La parálisis y el terror la abandonaron tan repentinamente como habían surgido y quedaron sustituidos por la cólera, sentimiento que la apresó con la fuerza de un volcán.

—¡Pero, Hannes! ¡Ya me estoy cansando de estas estupideces! —le gritó al hombre con el que se había casado y que, sin embargo, fingía no conocerla—. ¿Os habéis vuelto locos todos? Mírame bien, Johannes Aurich. Estás viendo a tu mujer, Sibylle Aurich. Mi apellido de nacimiento es Fries. Nos casamos el 25 de junio de 1999. Me acabo de despertar en un sótano en el que pretendían mantenerme encerrada. Y ahora, maldita sea, dime que sabes perfectamente quién soy y que querías gastarme una broma, y a continuación déjame entrar en casa, pues no me encuentro bien y tengo muchas preguntas que hacerte. Además, me gustaría ver a Lukas inmediatamente. ¿Dónde está? ¿Está bien?

La sorpresa hizo que Johannes se quedara mirándola, fascinado, con la boca abierta.

—¿Quién dice que es usted? —tartamudeó al fin, pasándose una mano temblorosa por la frente.
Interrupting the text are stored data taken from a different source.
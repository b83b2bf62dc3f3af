"""Numbers as C literals of single precision."""

from __future__ import annotations

import re
from decimal import Decimal
from fractions import Fraction

import numpy as np

from gainbench.errors import HandoverError

_DIGITS = 9
"""Significant decimal digits that give any single-precision number back (IEEE 754)."""
_INSIDE = 1 - Fraction(1, 2**20)
_FIXED = (1e-4, 1e9)
"""Sizes that are written without an exponent."""


def float_literal(value: float) -> str:
    """A number as a literal of type float.

    The value is rounded to single precision once, and written with as few digits as read back to that number.

    Parameters
    ----------
    value : float
        Finite.

    Returns
    -------
    str
        ``2.65999293F``.

    Raises
    ------
    HandoverError
        If single precision cannot hold it with its full 24 bits.
    """
    with np.errstate(over="ignore", under="ignore"):
        single = np.float32(value)
    limits = np.finfo(np.float32)
    if not np.isfinite(single) or (value != 0.0 and abs(single) < limits.tiny):
        raise HandoverError(f"{value!r} is beyond what single precision holds ({limits.tiny:.3g} to {limits.max:.3g})")
    # Exact arithmetic, and a hair inside half a step: a reader may round the text by way of double.
    exact = Fraction(float(single))
    step = abs(exact - Fraction(float(np.nextafter(single, np.float32(0.0))))) * _INSIDE
    texts = (f"{float(single):.{digits}g}" for digits in range(1, _DIGITS + 1))
    text = next((one for one in texts if 2 * abs(Fraction(one) - exact) < step), f"{float(single):.{_DIGITS}g}")
    if _FIXED[0] <= abs(single) < _FIXED[1]:
        text = f"{Decimal(text):f}"
    return f"{text if re.search('[.e]', text) else f'{text}.0'}F"


def count_literal(value: int) -> str:
    """A whole number, 0 or more, as an unsigned literal (MISRA C:2012 rule 7.2, from memory)."""
    return f"{value}U"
Mostrando su incredulidad, sacudió a continuación la cabeza como queriendo despejar su mente.

Ella, sin fuerzas ya, rompió a llorar. Se le acercó despacio mientras las lágrimas abrían húmedos, cosquilleantes surcos en sus mejillas.

—Hannes… de verdad que no sé… tú… me estás asustando. Mucho. ¿Puedes parar, por favor? No sé qué me ha pasado. Sólo recuerdo que tras cenar con Elke aquella noche en el griego decidí cruzar el parque. Y que me asaltaron. Y lo próximo que recuerdo es mi despertar, hace un par de horas, en el sótano de un hospital. Por favor, Hannes, ya no lo soporto más. Déjame, al menos, ver a Lukas.

Él no se había apercibido hasta entonces de que ella se le había ido acercando, y al detectar aquella proximidad dio un salto hacia atrás. Dobló la espalda, inclinándose hacia delante y apoyó las manos en los muslos, como si necesitara recuperar aliento después de una agotadora carrera. Alzó la cabeza de nuevo, muy despacio.

—¿Quién es usted y a qué demonios está jugando? —susurró—. Mi mujer… Sibylle fue atacada, sí. Y nadie sabe…, Ella… ha desaparecido.

Bajó aún más la voz, que se convirtió en un murmullo prácticamente inaudible.

—Y de eso hace ahora casi dos meses.